Well I think it is so individual... but from my point of view, I have totally accepted I won't have my own child... (brief history - ttc 9 yrs ago.. completely unexplained, 1 IVF, 1 FET... started adoption process 2 years ago.. just matched with 7 month old baby girl ).

For me.. the further into the process I got.. the more I got over not being able to have my own child.  It could have been the new focus.. but even at times when there's not much going on (which there are many in this process), I still haven't been upset at period time for well over a year, maybe longer.   I did get a twinge in April this year when 2 mods on a website I am a part of had their baby girls a few weeks apart, and we had just been approved... it feels now like it was the last of the bad feeling as a close friend of mine had a baby in May... I went through her baby shower at work... I am his Godmother and I didn't get a twinge once.. or even contemplated getting upset.  It just didn't occur to me until a week after the christening and I thought "OMG, I didn't even think about getting upset...". It was a great moment...  

I am so happy adopting... dh and I fully believe that this was the reason for our "unexplained" infertility and we feel we are on the right path.  We've felt like that for quite a long time, but more so when we started the home study last November.  Everything about adoption has felt right, as opposed to IVF which felt totally wrong for us, but we did it anyway.  We were adamant we weren't going to do more than 1 full cycle... despite pressure from other people to just try another go.

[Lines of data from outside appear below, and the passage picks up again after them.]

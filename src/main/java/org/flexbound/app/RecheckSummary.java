package org.flexbound.app;

import java.io.PrintWriter;
import java.util.Comparator;
import java.util.List;
import org.flexbound.report.Rounded;
import org.flexbound.report.UnitSystem;
import org.flexbound.report.results.ChangeSubset;
import org.flexbound.report.results.CoefficientChange;
import org.flexbound.report.results.ParameterChange;
import org.flexbound.report.results.Recheck;
import org.flexbound.report.results.Results;

/** Prints how a test differs from an earlier one. */
final class RecheckSummary {
  private static final int MOST_ROWS = 20;

  private final Terminal terminal;
  private final PrintWriter out;
  private final Results results;
  private final UnitSystem units;

  RecheckSummary(Terminal terminal, Results results, UnitSystem units) {
    this.terminal = terminal;
    this.out = terminal.out();
    this.results = results;
    this.units = units;
  }

  void print() {
    results.recheck().ifPresent(this::print);
  }

  private void print(Recheck recheck) {
    out.println();
    out.println(
        terminal.bold(
            "Change since "
                + PlainText.of(
                    recheck.baselineDate().isEmpty() ? recheck.baseline() : recheck.baselineDate())));
    List<CoefficientChange> changed =
        recheck.changes().stream()
            .filter(CoefficientChange::significant)
            .sorted(Comparator.comparingDouble(CoefficientChange::probability))
            .toList();
    if (!changed.isEmpty()) {
      TextTable table =
          new TextTable().text("gauge").text("load").number("before").number("now")
              .number("difference").number("±").text("unit").number("P adjusted");
      for (CoefficientChange c : changed.subList(0, Math.min(MOST_ROWS, changed.size()))) {
        double u = units.shown(c.standardUncertainty(), c.unit());
        table.row(
            c.gauge(),
            c.load(),
            Rounded.value(units.shown(c.before(), c.unit()), u),
            Rounded.value(units.shown(c.now(), c.unit()), u),
            Rounded.value(units.shown(c.difference(), c.unit()), u),
            Rounded.uncertainty(u),
            units.symbol(c.unit()),
            Rounded.significant(c.adjusted(), 2));
      }
      table.print(out);
      if (changed.size() > MOST_ROWS) {
        out.println("  … and " + (changed.size() - MOST_ROWS) + " more in the report");
      }
    }
    String words =
        "  "
            + changed.size()
            + " of "
            + recheck.changes().size()
            + " coefficients changed beyond chance; all together: probability by chance "
            + Rounded.significant(recheck.probability(), 2);
    out.println(recheck.changed() ? terminal.warn(words) : terminal.good(words));
    recheck
        .explanation()
        .ifPresent(
            e ->
                out.println(
                    terminal.warn(
                        e.explained()
                            ? "  explained by "
                                + PlainText.of(
                                    String.join(
                                        ", or as well by ",
                                        e.subsets().stream().map(RecheckSummary::words).toList()))
                            : "  no change of one or two parameters explains it; nearest: "
                                + PlainText.of(
                                    String.join(
                                        "",
                                        e.subsets().stream()
                                            .map(RecheckSummary::words)
                                            .toList())))));
  }

  private static String words(ChangeSubset subset) {
    return String.join(
        " and ",
        subset.parameters().stream()
            .map(
                (ParameterChange p) ->
                    p.name()
                        + (p.factor().isPresent()
                            ? " × " + Rounded.significant(p.factor().getAsDouble(), 2)
                            : ""))
            .toList());
  }
}
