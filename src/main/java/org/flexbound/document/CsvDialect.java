package org.flexbound.document;

import java.nio.ByteBuffer;
import java.nio.charset.CharacterCodingException;
import java.nio.charset.Charset;
import java.nio.charset.CharsetDecoder;
import java.nio.charset.StandardCharsets;
import java.util.ArrayList;
import java.util.HashMap;
import java.util.List;
import java.util.Locale;
import java.util.Map;
import java.util.regex.Pattern;

/**
 * How a CSV file is written, settled from what the user said and from the head of its text.
 *
 * <p>Separator: a tab, semicolon or bar where most lines agree on their number, else the comma.
 * Decimal sign: a comma only where the separator is another sign and every decimal number of the
 * head has one. Encoding: by byte order mark, else UTF-8 where the head is valid UTF-8, else
 * windows-1252.
 *
 * @param separator what stands between fields
 * @param decimalSign point or comma
 * @param charset the encoding
 * @param markBytes length of the byte order mark
 * @param lineEnd line feed, or carriage return where there is no line feed at all
 * @param statedInFile whether the first line is a {@code sep=} line, which holds no data
 */
record CsvDialect(
    char separator,
    char decimalSign,
    Charset charset,
    int markBytes,
    char lineEnd,
    boolean statedInFile) {
  private static final Charset WESTERN = Charset.forName("windows-1252");
  private static final Pattern COMMA = Pattern.compile("\\s*[-+]?\\d*,\\d+([eE][-+]?\\d+)?\\s*");
  private static final Pattern POINT = Pattern.compile("\\s*[-+]?\\d*\\.\\d+([eE][-+]?\\d+)?\\s*");

  /** Settles what was left open. */
  static CsvDialect of(byte[] head, boolean whole, CsvLayout layout) {
    Charset charset;
    int mark = 0;
    if (begins(head, 0xEF, 0xBB, 0xBF)) {
      charset = StandardCharsets.UTF_8;
      mark = 3;
    } else if (begins(head, 0xFF, 0xFE)) {
      charset = StandardCharsets.UTF_16LE;
      mark = 2;
    } else if (begins(head, 0xFE, 0xFF)) {
      charset = StandardCharsets.UTF_16BE;
      mark = 2;
    } else {
      charset =
          layout.charset().orElseGet(() -> isUtf8(head, whole) ? StandardCharsets.UTF_8 : WESTERN);
    }
    String text = new String(head, mark, head.length - mark, charset);
    char lineEnd = text.indexOf('\n') < 0 && text.indexOf('\r') >= 0 ? '\r' : '\n';
    List<String> lines =
        new ArrayList<>(List.of(text.split(String.valueOf(lineEnd), -1)));
    if (!whole && lines.size() > 1) {
      lines.remove(lines.size() - 1);
    }
    String first = lines.get(0).strip();
    boolean stated =
        first.toLowerCase(Locale.ROOT).startsWith("sep=") && first.length() == 5;
    char separator =
        layout.separator().orElseGet(() -> stated ? first.charAt(4) : separator(lines));
    char decimal = layout.decimalSign().orElseGet(() -> decimalSign(lines, separator));
    return new CsvDialect(separator, decimal, charset, mark, lineEnd, stated);
  }

  /** Whether every character of the ASCII set is one byte of the file. */
  boolean isByteWise() {
    return !charset.name().startsWith("UTF-16") && !charset.name().startsWith("UTF-32");
  }

  /** The encoding of the bytes that are scanned: others are turned into UTF-8 on the way in. */
  Charset byteCharset() {
    return isByteWise() ? charset : StandardCharsets.UTF_8;
  }

  /** What was settled, in words. */
  String words() {
    return "separator "
        + (separator == '\t' ? "tab" : "'" + separator + "'")
        + ", decimal "
        + (decimalSign == ',' ? "comma" : "point")
        + ", encoding "
        + charset.name();
  }

  private static boolean begins(byte[] head, int... bytes) {
    for (int i = 0; i < bytes.length; i++) {
      if (i >= head.length || (head[i] & 0xFF) != bytes[i]) {
        return false;
      }
    }
    return true;
  }

  /** Whether the head of the file is text in the encoding. */
  boolean canDecode(byte[] head, boolean whole) {
    return isText(head, markBytes, whole, charset);
  }

  private static boolean isUtf8(byte[] head, boolean whole) {
    return isText(head, 0, whole, StandardCharsets.UTF_8);
  }

  private static boolean isText(byte[] head, int from, boolean whole, Charset charset) {
    int cut = whole ? 0 : 4;
    for (int drop = 0; drop <= cut && drop < head.length - from; drop++) {
      CharsetDecoder decoder = charset.newDecoder();
      try {
        decoder.decode(ByteBuffer.wrap(head, from, head.length - from - drop));
        return true;
      } catch (CharacterCodingException cutOrOther) {
        // the head may end within a character: once more with a byte less
      }
    }
    return head.length == from;
  }

  private static char separator(List<String> lines) {
    for (char candidate : new char[] {'\t', ';', '|'}) {
      Map<Integer, Integer> linesByCount = new HashMap<>();
      int filled = 0;
      for (String line : lines) {
        if (!line.isBlank()) {
          filled++;
          linesByCount.merge(count(line, candidate), 1, Integer::sum);
        }
      }
      linesByCount.remove(0);
      int agreed = linesByCount.values().stream().mapToInt(Integer::intValue).max().orElse(0);
      if (2 * agreed >= filled && agreed > 0) {
        return candidate;
      }
    }
    return ',';
  }

  private static int count(String line, char sign) {
    int count = 0;
    boolean quoted = false;
    for (int i = 0; i < line.length(); i++) {
      char c = line.charAt(i);
      quoted ^= c == '"';
      count += c == sign && !quoted ? 1 : 0;
    }
    return count;
  }

  private static char decimalSign(List<String> lines, char separator) {
    if (separator == ',') {
      return '.';
    }
    boolean comma = false;
    for (String line : lines) {
      for (String field : line.split(Pattern.quote(String.valueOf(separator)), -1)) {
        String bare = field.replace("\"", "");
        if (POINT.matcher(bare).matches()) {
          return '.';
        }
        comma |= COMMA.matcher(bare).matches();
      }
    }
    return comma ? ',' : '.';
  }
}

I now find myself in the position of panicking if my period is late.. because both dh and I do not want to lose our little girl.. because we've been careless... which sounds ridiculous after 8 yrs of desperate ttc. 

I am very good at working things through and analysing in life, and I have to find a reason for everything.  The worse part for me in the 8 yrs of ttc was the not knowing why.  As far as I'm concerned, we now have our reason... and she comes in the shape of a 7 month old baby girl, born to someone else, but born especially for us...  .

HTH...

Cx


----------



## superal (May 27, 2005)

Barbarella

Totally agree with everything yo have said in your post, brought a tear to my eye when i read your last bit.......about the reason for your unexplained infertility  

I love my 2 to bits and don't think about "what ifs".  Adoption was the right step forward for us and I have no stretch marks, had no morning sickness, didn't loose my figure, well not from being pg anyway!!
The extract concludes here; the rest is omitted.